This prevents Bad from inhibiting anti-apoptotic BCL-2, allowing BCL-2 to block Bax/Bak and inhibit cytochrome c release.

Thus, Akt activation promotes survival.

14-3-3 protein

A protein that binds and sequesters phosphorylated Bad, preventing Bad from interacting with and inhibiting anti-apoptotic BCL-2.

This keeps Bad inactive, promoting cell survival.

PTEN phosphatase

A phosphatase that removes the phosphate group from PIP3, converting it back to PIP2.

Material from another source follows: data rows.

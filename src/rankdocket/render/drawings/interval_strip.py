"""The interval strip: one line an association, in plan order, with estimate, interval and size of interest."""

from collections.abc import Mapping, Sequence
from dataclasses import dataclass
from decimal import Decimal
from typing import Final

from rankdocket.canonical import Plain
from rankdocket.render.canvas import BLACK, INK, SMALL_SIZE, TEXT_SIZE, Lettering, Sheet
from rankdocket.render.drawing import Drawing
from rankdocket.render.fonts import SANS_STRONG
from rankdocket.render.fonts import width as text_width
from rankdocket.render.panel import FRAME_WEIGHT, TICK, TITLE_GAP, widest
from rankdocket.render.plain_data import decimal_of, parts_of, text_of
from rankdocket.render.ticks import Scale, even_scale, leading, wrapped

_NAME_ROOM: Final = 118.0
_WORDS_ROOM: Final = 104.0
_GUTTER: Final = 10.0
_LEAST_ROW: Final = 19.0
_ROW_AIR: Final = 8.0
_WANTED_TICKS: Final = 5
_INTERVAL_WEIGHT: Final = 1.3
_MARK_WEIGHT: Final = 1.0
_MARK_RADIUS: Final = 3.3
_INTEREST_HEIGHT: Final = 4.2
_ONE: Final = Decimal(1)
_AIR: Final = Decimal("0.04")


@dataclass(frozen=True, slots=True)
class _Row:
    name: str
    label: tuple[str, ...]
    words: tuple[str, ...]
    estimate: Decimal | None
    interval: tuple[Decimal, Decimal] | None
    interest: Decimal | None

    @property
    def height(self) -> float:
        lines = max(len(self.label), len(self.words))
        return max(_LEAST_ROW, leading(SMALL_SIZE) * lines + _ROW_AIR)


def _draw(data: Mapping[str, Plain], width: float) -> Sheet:
    lines = parts_of(data, "lines")
    name_column = max((text_width(text_of(line, "name"), SANS_STRONG) * TEXT_SIZE for line in lines), default=0.0) + 6
    rows = [_row(line, _NAME_ROOM - name_column) for line in lines]
    left = name_column + widest([line for row in rows for line in row.label], SMALL_SIZE) + _GUTTER
    right = width - widest([line for row in rows for line in row.words], SMALL_SIZE) - _GUTTER
    scale = _scale(rows)
    title = wrapped(text_of(data, "axis_label"), width, TEXT_SIZE)
    bottom = leading(TEXT_SIZE) * len(title) + TITLE_GAP + leading(SMALL_SIZE) + TICK
    top = bottom + sum(row.height for row in rows)
    sheet = Sheet(width, top + 2)
    strip = _Strip(sheet, scale, left, right)
    strip.axis(bottom, top, title)
    upper = top
    for row in rows:
        strip.row(row, upper - row.height / 2, name_column)
        upper -= row.height
    return sheet


@dataclass(frozen=True, slots=True)
class _Strip:
    sheet: Sheet
    scale: Scale
    left: float
    right: float

    def at(self, value: Decimal) -> float:
        return self.left + self.scale.place(value) * (self.right - self.left)

    def axis(self, bottom: float, top: float, title: Sequence[str]) -> None:
        sheet = self.sheet
        sheet.line([(self.left, bottom), (self.right, bottom)], weight=FRAME_WEIGHT)
        sheet.line([(self.at(Decimal(0)), bottom), (self.at(Decimal(0)), top)], weight=FRAME_WEIGHT)
        for value, label in self.scale.ticks:
            x = self.at(value)
            sheet.line([(x, bottom), (x, bottom - TICK)], weight=FRAME_WEIGHT)
            sheet.text((x, bottom - TICK - 1 - SMALL_SIZE), label, Lettering("center", size=SMALL_SIZE))
        centre = (self.left + self.right) / 2
        for i, line in enumerate(reversed(title)):
            sheet.text((centre, 2.5 + i * leading(TEXT_SIZE)), line, Lettering("center"))

    def row(self, row: _Row, y: float, name_column: float) -> None:
        sheet = self.sheet
        base = y - SMALL_SIZE * 0.34
        step = leading(SMALL_SIZE)
        first = base + step * (len(row.label) - 1) / 2
        sheet.text((0.0, first), row.name, Lettering(strong=True))
        for i, line in enumerate(row.label):
            sheet.text((name_column, first - i * step), line, Lettering(size=SMALL_SIZE))
        start = self.right + _GUTTER
        for i, line in enumerate(row.words):
            sheet.text((start, base + step * (len(row.words) - 1) / 2 - i * step), line, Lettering(size=SMALL_SIZE))
        if row.estimate is None:
            return
        if row.interval is not None:
            low, high = (self.at(value) for value in row.interval)
            sheet.line([(low, y), (high, y)], weight=_INTERVAL_WEIGHT, colour=INK)
        for size in (row.interest, -row.interest) if row.interest else ():
            if self.scale.low <= size <= self.scale.high:
                x = self.at(size)
                sheet.line([(x, y - _INTEREST_HEIGHT), (x, y + _INTEREST_HEIGHT)], weight=FRAME_WEIGHT, colour=BLACK)
        sheet.diamond((self.at(row.estimate), y), _MARK_RADIUS, weight=_MARK_WEIGHT)


def _row(line: Mapping[str, Plain], label_room: float) -> _Row:
    estimate, low, high = (decimal_of(line, name) for name in ("estimate", "low", "high"))
    words = text_of(line, "text") if estimate is not None else text_of(line, "reason") or text_of(line, "text")
    room = _WORDS_ROOM
    return _Row(
        text_of(line, "name"),
        tuple(wrapped(text_of(line, "label"), label_room, SMALL_SIZE)),
        tuple(wrapped(words, room, SMALL_SIZE)),
        estimate,
        (low, high) if low is not None and high is not None else None,
        decimal_of(line, "interest"),
    )


def _scale(rows: Sequence[_Row]) -> Scale:
    """Return a range that holds 0 and everything drawn, with a little air, and never leaves −1 to 1 without need."""
    values = [Decimal(0)]
    for row in rows:
        values += [row.estimate] if row.estimate is not None else []
        values += row.interval or ()
        values += [row.interest, -row.interest] if row.interest else []
    low, high = min(values), max(values)
    if low == high:
        low, high = -_ONE, _ONE
    air = (high - low) * _AIR
    return even_scale(max(low - air, min(low, -_ONE)), min(high + air, max(high, _ONE)), _WANTED_TICKS)


INTERVAL_STRIP: Final = Drawing("interval-strip", _draw)
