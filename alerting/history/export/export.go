// Package export writes stored readings as tables for other programs: the
// steps of a history.Store come in, CSV, JSON Lines or Parquet goes out, row
// by row in bounded memory.
//
// Times are RFC 3339 in UTC with milliseconds (Parquet has its own type of
// time), units stand in the names of the columns, and each file carries the
// notice. Numbers are written so that reading them gives back every bit.
//
// Next: history/bundle, cmd/sockline.
package export

import (
	"bufio"
	"context"
	"encoding/csv"
	"encoding/json"
	"fmt"
	"io"
	"strconv"

	"sockline/alerting"
	"sockline/alerting/history"
	"sockline/sensors"
)

// Row is one reading.
type Row struct {
	Step    sensors.Instant // with which it was stored
	Station string
	Reading sensors.Reading
	Because string // why no step evaluated it; empty if one did
}

// Sink takes rows in the order of steps. Close ends the file; without it the
// file is not whole.
type Sink interface {
	Row(Row) error
	Close() error
}

// Formats are the names that New knows.
func Formats() []string { return []string{"csv", "jsonl", "parquet"} }

// New begins a file of a format.
func New(format string, w io.Writer) (Sink, error) {
	switch format {
	case "csv":
		return newCSV(w)
	case "jsonl":
		return newLines(w)
	case "parquet":
		return newParquet(w)
	}
	return nil, fmt.Errorf("there is no format %q: choose csv, jsonl or parquet", format)
}

// Summary is what an export took in.
type Summary struct {
	Steps, Rows uint64
	First, Last sensors.Instant // steps; 0 if none
	Damage      error           // names the steps and days that could not be read
}

// Readings writes every reading of the steps from <= T < to, those that came
// too late behind the others of their step. It tells at each step how far it
// has come. Damaged steps are left out and named in the summary.
func Readings(ctx context.Context, s *history.Store, from, to sensors.Instant, sink Sink, at func(sensors.Instant)) (Summary, error) {
	var (
		sum  Summary
		stop error
	)
	err := s.Readings(from, to, func(st history.Step) error {
		if stop = ctx.Err(); stop != nil {
			return stop
		}
		if sum.Steps++; sum.First == 0 {
			sum.First = st.At
		}
		sum.Last = st.At
		at(st.At)
		var rows uint64
		rows, stop = step(st, sink)
		sum.Rows += rows
		return stop
	})
	if stop != nil {
		return sum, stop
	}
	sum.Damage = err
	if err := sink.Close(); err != nil {
		return sum, fmt.Errorf("end the export: %w", err)
	}
	return sum, nil
}

func step(st history.Step, sink Sink) (rows uint64, err error) {
	put := func(r sensors.Reading, because string) error {
		row := Row{Step: st.At, Reading: r, Because: because}
		if r.Station >= 0 && r.Station < len(st.Stations) {
			row.Station = st.Stations[r.Station]
		}
		rows++
		return sink.Row(row)
	}
	for _, r := range st.Readings {
		if err := put(r, ""); err != nil {
			return rows, fmt.Errorf("write a reading: %w", err)
		}
	}
	for _, l := range st.Late {
		if err := put(l.Reading, l.Reason); err != nil {
			return rows, fmt.Errorf("write a reading: %w", err)
		}
	}
	return rows, nil
}

// columns are the names in each format, in their order.
func columns() []string {
	return []string{
		"time", "station", "speed_m_per_s", "from_deg_true", "gust_m_per_s", "step_time", "arrival_time",
		"in_time", "turned_away_because", "exercise", "retained",
	}
}

const timeLayout = "2006-01-02T15:04:05.000Z07:00"

func timeText(i sensors.Instant) string { return i.Time().Format(timeLayout) }

func number(v float64) string { return strconv.FormatFloat(v, 'g', -1, 64) }

// csvSink writes RFC 4180 with a first comment line.
type csvSink struct {
	buffer *bufio.Writer
	w      *csv.Writer
	fields []string
}

func newCSV(w io.Writer) (Sink, error) {
	s := &csvSink{buffer: bufio.NewWriterSize(w, 1<<16), fields: make([]string, len(columns()))}
	if _, err := s.buffer.WriteString("# " + alerting.Notice + "\n"); err != nil {
		return nil, err
	}
	s.w = csv.NewWriter(s.buffer)
	return s, s.w.Write(columns())
}

// Row writes a line.
func (s *csvSink) Row(r Row) error {
	gust := ""
	if r.Reading.HasGust {
		gust = number(r.Reading.Gust)
	}
	copy(s.fields, []string{
		timeText(r.Reading.Time), r.Station, number(r.Reading.Speed), number(r.Reading.From), gust, timeText(r.Step), timeText(r.Reading.Arrival),
		strconv.FormatBool(r.Because == ""), r.Because, strconv.FormatBool(r.Reading.Exercise), strconv.FormatBool(r.Reading.Retained),
	})
	return s.w.Write(s.fields)
}

// Close writes what is buffered.
func (s *csvSink) Close() error {
	if s.w.Flush(); s.w.Error() != nil {
		return s.w.Error()
	}
	return s.buffer.Flush()
}

// linesSink writes one JSON object a line; the first has the notice.
type linesSink struct {
	buffer *bufio.Writer
	e      *json.Encoder
}

func newLines(w io.Writer) (Sink, error) {
	s := &linesSink{buffer: bufio.NewWriterSize(w, 1<<16)}
	s.e = json.NewEncoder(s.buffer)
	s.e.SetEscapeHTML(false)
	return s, s.e.Encode(map[string]any{"export": 1, "columns": columns(), "notice": alerting.Notice})
}

// line is a row in JSON Lines.
type line struct {
	Time     string   `json:"time"`
	Station  string   `json:"station"`
	Speed    float64  `json:"speed_m_per_s"`
	From     float64  `json:"from_deg_true"`
	Gust     *float64 `json:"gust_m_per_s"`
	Step     string   `json:"step_time"`
	Arrival  string   `json:"arrival_time"`
	InTime   bool     `json:"in_time"`
	Because  *string  `json:"turned_away_because"`
	Exercise bool     `json:"exercise"`
	Retained bool     `json:"retained"`
}

// Row writes a line.
func (s *linesSink) Row(r Row) error {
	l := line{
		Time: timeText(r.Reading.Time), Station: r.Station, Speed: r.Reading.Speed, From: r.Reading.From,
		Step: timeText(r.Step), Arrival: timeText(r.Reading.Arrival), InTime: r.Because == "",
		Exercise: r.Reading.Exercise, Retained: r.Reading.Retained,
	}
	l.Gust, l.Because = optional(r)
	return s.e.Encode(l)
}

// optional are the two columns that a row may leave empty.
func optional(r Row) (gust *float64, because *string) {
	if r.Reading.HasGust {
		gust = &r.Reading.Gust
	}
	if r.Because != "" {
		because = &r.Because
	}
	return gust, because
}

// Close writes what is buffered.
func (s *linesSink) Close() error { return s.buffer.Flush() }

PTEN antagonizes PI3K signaling, turning off the survival pathway.

PTEN is a tumor suppressor; mutations in PTEN are common in cancer, leading to uncontrolled survival signaling.

Apoptosis detection methods

1. Cytochrome c localization (GFP-cytochrome c: diffuse cytosolic signal = released = apoptosis). 2. Caspase cleavage by Western blot (pro-caspase = large band; cleaved fragments = smaller bands). 3. TUNEL assay (labels DNA fragments). 4. FRET-based caspase sensors.

TUNEL assay (Terminal deoxynucleotidyl transferase dUTP nick end labeling)

A common assay that labels free DNA ends generated during DNA fragmentation in apoptosis. More labeling = more DNA fragments = apoptosis. Used to detect apoptotic cells in tissues (e.g., developing mouse paw between digits).

FRET-based caspase sensor

A FRET probe consisting of CFP and YFP linked by a peptide sequence containing a caspase cleavage site. Intact = FRET (YFP emission). Caspase cleavage separates CFP and YFP → loss of FRET. Allows live-cell imaging of caspase activation with single-cell and temporal resolution.

FRET advantages over Western blot

FRET provides: 1) Single-cell resolution (Western blot is population-based). 2) Live-cell imaging (temporal information). 3) Spatial localization. 4) Quantitative information (FRET ratio). Western blot only gives population average at a single time point.

PIP3 FRET reporter (PH-GFP)

A GFP-tagged PH domain (binds PIP3).

In basal state, GFP is diffuse in cytosol. Upon EGF stimulation (activating PI3K), PIP3 is produced on plasma membrane → PH-GFP translocates to membrane (visible as green ring).

Signal turns off when PIP3 is depleted (by PTEN or other phosphatases).

PIP3 signaling duration

Upon EGF stimulation, PIP3 is rapidly produced on the plasma membrane, recruiting PH-domain proteins.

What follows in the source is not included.